**PROBLEM REQUIREMENTS:** Each line from the line that includes "export const photoListOptions" through the end of the material below must be transcribed exactly, with no other lines.
** Opening PROVIDED INFORMATION block **
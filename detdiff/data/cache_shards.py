"""Build the image cache with several processes, on one machine or several: each rank decodes its share.

Launched by torchrun, every rank decodes a contiguous share of the dataset's images (:func:`shard_bounds`) into its
own shard folder ``cache/shards/<rank>-of-<world>/``, a complete cache of those images made by the resumable
:func:`detdiff.data.image_cache.build_image_cache` (so a killed rank reuses its finished shard, and goes on with an
unfinished one where it stopped), and flushes it to disk. The main rank then joins the shards into ``cache/``
(:func:`merge_cache_shards`): the files are byte for byte those a single process writes (rows are contiguous:
images, then their annotations' crops).

The run folder must be on a filesystem that every machine mounts at the same path (NFS, Lustre, a cloud
file share), and so must the images. Each rank writes only its own files and the main rank reads them after
a barrier, once they were fsync'ed: the close-to-open consistency NFS gives. Ranks never write into one shared
file, because two machines writing memory-mapped pages of one NFS file can overwrite each other's neighbouring
bytes. Joining copies the other ranks' shards once, shard by shard, each deleted once appended, so the disk
holds at most the cache plus its largest shard. The joined maps are written as ``images.u8.tmp-<pid>`` /
``crops.u8.tmp-<pid>`` (listed in :mod:`detdiff.leftovers`) and renamed into place with the fingerprint last; a
join killed half-way has already deleted some shards' maps, so the next run decodes those shards again.
"""

from __future__ import annotations

import os
import shutil
from pathlib import Path
from typing import Any

import numpy as np

from detdiff.crossfit.crops import CROPS_FILE, crop_bytes
from detdiff.data.coco import CocoDataset
from detdiff.data.image_cache import (ENCODED_FILES, FINGERPRINT_FILE, IMAGES_FILE, META_FILE, PROBLEMS_FILE,
                                      TILES_FILE, ImageCache, _clear_for_build, _fingerprint, _publish, _tile_options,
                                      build_image_cache, cache_bytes, draft_reductions, encoded_meta, stored_names,
                                      tile_meta)
from detdiff.data.views import plan_tiles

SHARDS_DIR = "shards"
#: Decode work of one image besides decoding its pixels (crops, view, descriptors, writing), in decoded pixels.
FIXED_PIXELS = 300_000
COPY_CHUNK = 64 << 20


def decode_work(dataset: CocoDataset, image_size: int, reduced_decode: bool) -> np.ndarray:
    """Estimated decode work per image (float64 ``[I]``): the pixels decoded (fewer for a JPEG that will be decoded
    reduced, :func:`draft_reductions`, judged from its name) plus :data:`FIXED_PIXELS`."""
    pixels = dataset.widths.astype(np.float64) * dataset.heights
    if reduced_decode:
        smallest = np.full(dataset.num_images, np.inf)
        np.minimum.at(smallest, dataset.ann_image_index, dataset.boxes[:, 2:].min(axis=1))
        jpeg = np.array([name.lower().endswith((".jpg", ".jpeg")) for name in dataset.file_names], dtype=bool)
        reduction = np.where(jpeg, draft_reductions(dataset.widths, dataset.heights, smallest, image_size), 1)
        pixels = pixels / reduction.astype(np.float64) ** 2
    return pixels + FIXED_PIXELS


def shard_bounds(dataset: CocoDataset, world_size: int, image_size: int, reduced_decode: bool = True) -> np.ndarray:
    """``int64 [world_size + 1]``: rank ``k`` decodes image rows ``bounds[k]:bounds[k + 1]``, contiguous shares of
    about equal :func:`decode_work`."""
    work = np.cumsum(decode_work(dataset, image_size, reduced_decode))
    total = work[-1] if len(work) else 0.0
    cuts = np.searchsorted(work, total * np.arange(1, world_size) / world_size, side="left") + 1
    return np.concatenate([[0], np.minimum(cuts, dataset.num_images), [dataset.num_images]]).astype(np.int64)


def shard_dir(cache_dir: str | Path, rank: int, world_size: int) -> Path:
    """The folder of rank ``rank``'s shard."""
    return Path(cache_dir) / SHARDS_DIR / f"{rank:03d}-of-{world_size:03d}"


def _fsync(path: Path) -> None:
    fd = os.open(path, os.O_RDONLY)
    try:
        os.fsync(fd)
    finally:
        os.close(fd)


def build_cache_shard(dataset: CocoDataset, cache_dir: str | Path, image_size: int, rank: int, world_size: int,
                      **options: Any) -> Path:
    """Decode rank ``rank``'s share of ``dataset`` into its shard folder (reused when complete), written through to
    disk before returning; ``options`` are those of :func:`build_image_cache`."""
    bounds = shard_bounds(dataset, world_size, image_size, bool(options.get("reduced_decode", True)))
    folder = shard_dir(cache_dir, rank, world_size)
    part = dataset.subset_images(np.arange(bounds[rank], bounds[rank + 1]))
    build_image_cache(part, folder, image_size, **options)
    for name in (IMAGES_FILE, CROPS_FILE, TILES_FILE, *ENCODED_FILES.values(), META_FILE, PROBLEMS_FILE,
                 FINGERPRINT_FILE):
        if (folder / name).is_file():
            _fsync(folder / name)
    _fsync(folder)
    return folder


def _append(source: Path, target) -> None:
    """Append the bytes of ``source`` to the open file ``target`` (in-kernel copy where the OS offers one)."""
    with open(source, "rb") as fin:
        size = os.fstat(fin.fileno()).st_size
        copied = 0
        try:
            while copied < size:
                n = os.copy_file_range(fin.fileno(), target.fileno(), min(COPY_CHUNK, size - copied))
                if n == 0:
                    break
                copied += n
        except (AttributeError, OSError):
            pass
        if copied < size:
            fin.seek(copied)
            shutil.copyfileobj(fin, target, COPY_CHUNK)


def merge_cache_shards(dataset: CocoDataset, cache_dir: str | Path, image_size: int, world_size: int, *,
                       max_pixels: int, pixel_stats: bool = True, with_crops: bool = False,
                       reduced_decode: bool = True, tiles: dict[str, float] | None = None,
                       codec: str = "raw") -> ImageCache:
    """Join the ``world_size`` complete shards of ``dataset`` into ``cache_dir`` and open it; the shards are removed.

    The result equals what :func:`build_image_cache` writes for the whole dataset with the same settings
    (same fingerprint, so a later single-process run reuses it).
    """
    cache_dir = Path(cache_dir)
    bounds = shard_bounds(dataset, world_size, image_size, reduced_decode)
    folders = [shard_dir(cache_dir, k, world_size) for k in range(world_size)]
    shards = [ImageCache.open(f) for f in folders]
    for k, shard in enumerate(shards):
        if shard.num_images != bounds[k + 1] - bounds[k] or shard.image_size != image_size:
            raise ValueError(f"{folders[k]}: holds {shard.num_images} images of {shard.image_size} px, expected "
                             f"{bounds[k + 1] - bounds[k]} of {image_size}; delete {cache_dir} and run again")
    largest = max(s.images.nbytes + (s.tiles.nbytes if s.tiles is not None else 0)
                  + (s.crops.nbytes if s.crops is not None else 0) for s in shards)
    _clear_for_build(cache_dir, largest)
    metas = []
    for folder in folders:
        with np.load(folder / META_FILE) as meta:
            metas.append({key: meta[key] for key in meta.files if key in ("scale", "usable", "pixel", "reduction")
                          or key.endswith(("_offsets", "_lengths"))})
    problems = [{**p, "index": int(p["index"]) + int(bounds[k])} for k, s in enumerate(shards) for p in s.problems]
    del shards                                            # their memmaps are about to be deleted
    names = stored_names(codec)
    images_tmp = cache_dir / f"{names['images']}.tmp-{os.getpid()}"
    crops_tmp = cache_dir / f"{names['crops']}.tmp-{os.getpid()}" if with_crops else None
    tile_options = _tile_options(tiles)
    grid, tile_owner = plan_tiles(dataset, image_size, tile_options["scale"], tile_options["min_object_px"])
    tiles_tmp = cache_dir / f"{names['tiles']}.tmp-{os.getpid()}" if grid.num_tiles else None
    rows: dict[str, tuple[np.ndarray, np.ndarray]] = {}        # codec jpeg: where each row lies in the joined file
    try:
        for kind, tmp in (("images", images_tmp), ("crops", crops_tmp), ("tiles", tiles_tmp)):
            if tmp is None:
                continue
            offsets, lengths = [], []
            with open(tmp, "wb", buffering=0) as out:          # unbuffered: copy_file_range writes beside it
                for folder, meta in zip(folders, metas):
                    (folder / FINGERPRINT_FILE).unlink(missing_ok=True)   # the shard is no longer complete
                    if f"{kind}_offsets" in meta:                 # JPEG rows: their offsets move by what is before
                        offsets.append(meta[f"{kind}_offsets"] + os.fstat(out.fileno()).st_size)
                        lengths.append(meta[f"{kind}_lengths"])
                    if (folder / names[kind]).is_file():          # a shard whose images need no tile has none
                        _append(folder / names[kind], out)
                        (folder / names[kind]).unlink()
            if codec != "raw":
                rows[kind] = (np.concatenate(offsets or [np.zeros(0, np.int64)]),
                              np.concatenate(lengths or [np.zeros(0, np.int64)]))
        expected = {"crops": dataset.num_annotations if with_crops else 0, "tiles": grid.num_tiles}
        for kind, tmp, row_bytes in (("crops", crops_tmp, crop_bytes(1)), ("tiles", tiles_tmp,
                                                                            cache_bytes(1, image_size))):
            held = (0 if tmp is None else len(rows[kind][0]) if codec != "raw"
                    else tmp.stat().st_size // row_bytes)
            if held != expected[kind]:
                raise ValueError(f"{cache_dir}: the shards hold {held} rows of {kind}, expected {expected[kind]}; "
                                 f"delete {cache_dir} and run again")
    except BaseException:
        for tmp in (images_tmp, crops_tmp, tiles_tmp):
            if tmp is not None:
                tmp.unlink(missing_ok=True)
        raise
    joined = {key: np.concatenate([m[key] for m in metas]) for key in ("scale", "usable", "pixel", "reduction")}
    meta = {"scale": joined["scale"], "usable": joined["usable"], "pixel": joined["pixel"],
            "image_ids": dataset.image_ids, "image_size": np.int64(image_size), "reduction": joined["reduction"]}
    meta |= tile_meta(grid, tile_owner) | encoded_meta(codec, rows)
    fingerprint = _fingerprint(dataset, image_size, max_pixels, pixel_stats, with_crops, reduced_decode, tiles,
                               codec)
    maps = ({names["images"]: images_tmp} | ({names["crops"]: crops_tmp} if crops_tmp is not None else {})
            | ({names["tiles"]: tiles_tmp} if tiles_tmp is not None else {}))
    cache = _publish(cache_dir, maps, meta, problems, fingerprint)
    shutil.rmtree(cache_dir / SHARDS_DIR, ignore_errors=True)
    return cache
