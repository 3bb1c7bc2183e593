"""data stage of detdiff (see DEVELOPERS.md)."""
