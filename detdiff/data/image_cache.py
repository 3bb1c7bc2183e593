"""Decode every image once into the training view: a uint8 memmap that every epoch reads without decoding.

Training view (DEVELOPERS.md "Training view"): each image is letterboxed to ``S x S`` with
``scale = S / max(declared width, declared height)``, resized, placed at the top-left corner and padded
with grey 114. A COCO box maps to the view as ``xyxy_view = xyxy_orig * scale``. The declared size (the
COCO ``width`` / ``height``, i.e. the displayed image) sets the geometry, so boxes always land where the
annotation says, even when the file on disk has another size (that case is recorded as a warning).

Files in ``cache_dir``::

    images.u8        uint8 [I, S, S, 3] RGB, raw memmap (shape in meta.npz)
    meta.npz         scale float64 [I], usable bool [I], pixel float32 [I, 4] (PIXEL_DESCRIPTOR_NAMES,
                     NaN where unusable), image_ids int64 [I], image_size int, reduction uint8 [I] (JPEG
                     decode reduction, below; 1 = full resolution or not decoded), tile_image int64 [T],
                     tile_origin float64 [T, 2], tile_scale float64 [T], tile_owner int64 [A] (the tiles,
                     :mod:`detdiff.data.views`)
    tiles.u8         uint8 [T, S, S, 3] the tiles where small boxes need them (cut from the same decoded pixels as
                     the view); absent when there are none
    problems.json    [{index, image_id, file_name, reason, usable, level}]: level "error" = unusable
                     (not trained on), "warning" = usable with a note (e.g. size differs from the file)
    crops.u8         uint8 [A, 64, 64, 3] one crop per annotation at the original resolution, for the
                     cross-fitted crop models (:mod:`detdiff.crossfit.crops`); only when built ``with_crops``
    *.jpgrows        with codec "jpeg" (``data.cache_codec``), in place of the three ``.u8`` maps: every row of
                     images / tiles / crops as one JPEG (:mod:`detdiff.data.encoded_rows`), where each lies in
                     meta.npz (``images_offsets`` / ``images_lengths`` ... and ``codec``); written by the parent
                     process as the workers hand the rows back, so an interrupted build cuts the file back to the
                     end its saved progress names and goes on from there
    fingerprint.json written last: its presence marks a complete cache; it names the dataset, the view
                     size and the image files' sizes and times, so a cache is reused only for the same input
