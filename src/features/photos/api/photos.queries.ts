import { queryOptions } from '@tanstack/react-query';
import { photoListSchema, type PhotoSubjectType } from '@shared/schemas/photos';
import { api } from '@/lib/api-client';

export const photoKeys = {
  all: ['photos'] as const,
  lists: () => [...photoKeys.all, 'list'] as const,
  list: (subjectType: PhotoSubjectType, subjectId: number) => [...photoKeys.lists(), { subjectType, subjectId }] as const,
};

async function getPhotos(subjectType: PhotoSubjectType, subjectId: number) {
  const query = new URLSearchParams({ subjectType, subjectId: String(subjectId) });
  return (await api(`/photos?${query}`, { schema: photoListSchema })).photos;
}

/** The photos of one instrument, part or setup, newest first. */
export const photoListOptions = (subjectType: PhotoSubjectType, subjectId: number) =>
  queryOptions({ queryKey: photoKeys.list(subjectType, subjectId), queryFn: () => getPhotos(subjectType, subjectId) });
** Closing PROVIDED INFORMATION block **
**EXERCISE OUTPUT:**
export const photoListOptions = (subjectType: PhotoSubjectType, subjectId: number) =>
  queryOptions({ queryKey: photoKeys.list(subjectType, subjectId), queryFn: () => getPhotos(subjectType, subjectId) });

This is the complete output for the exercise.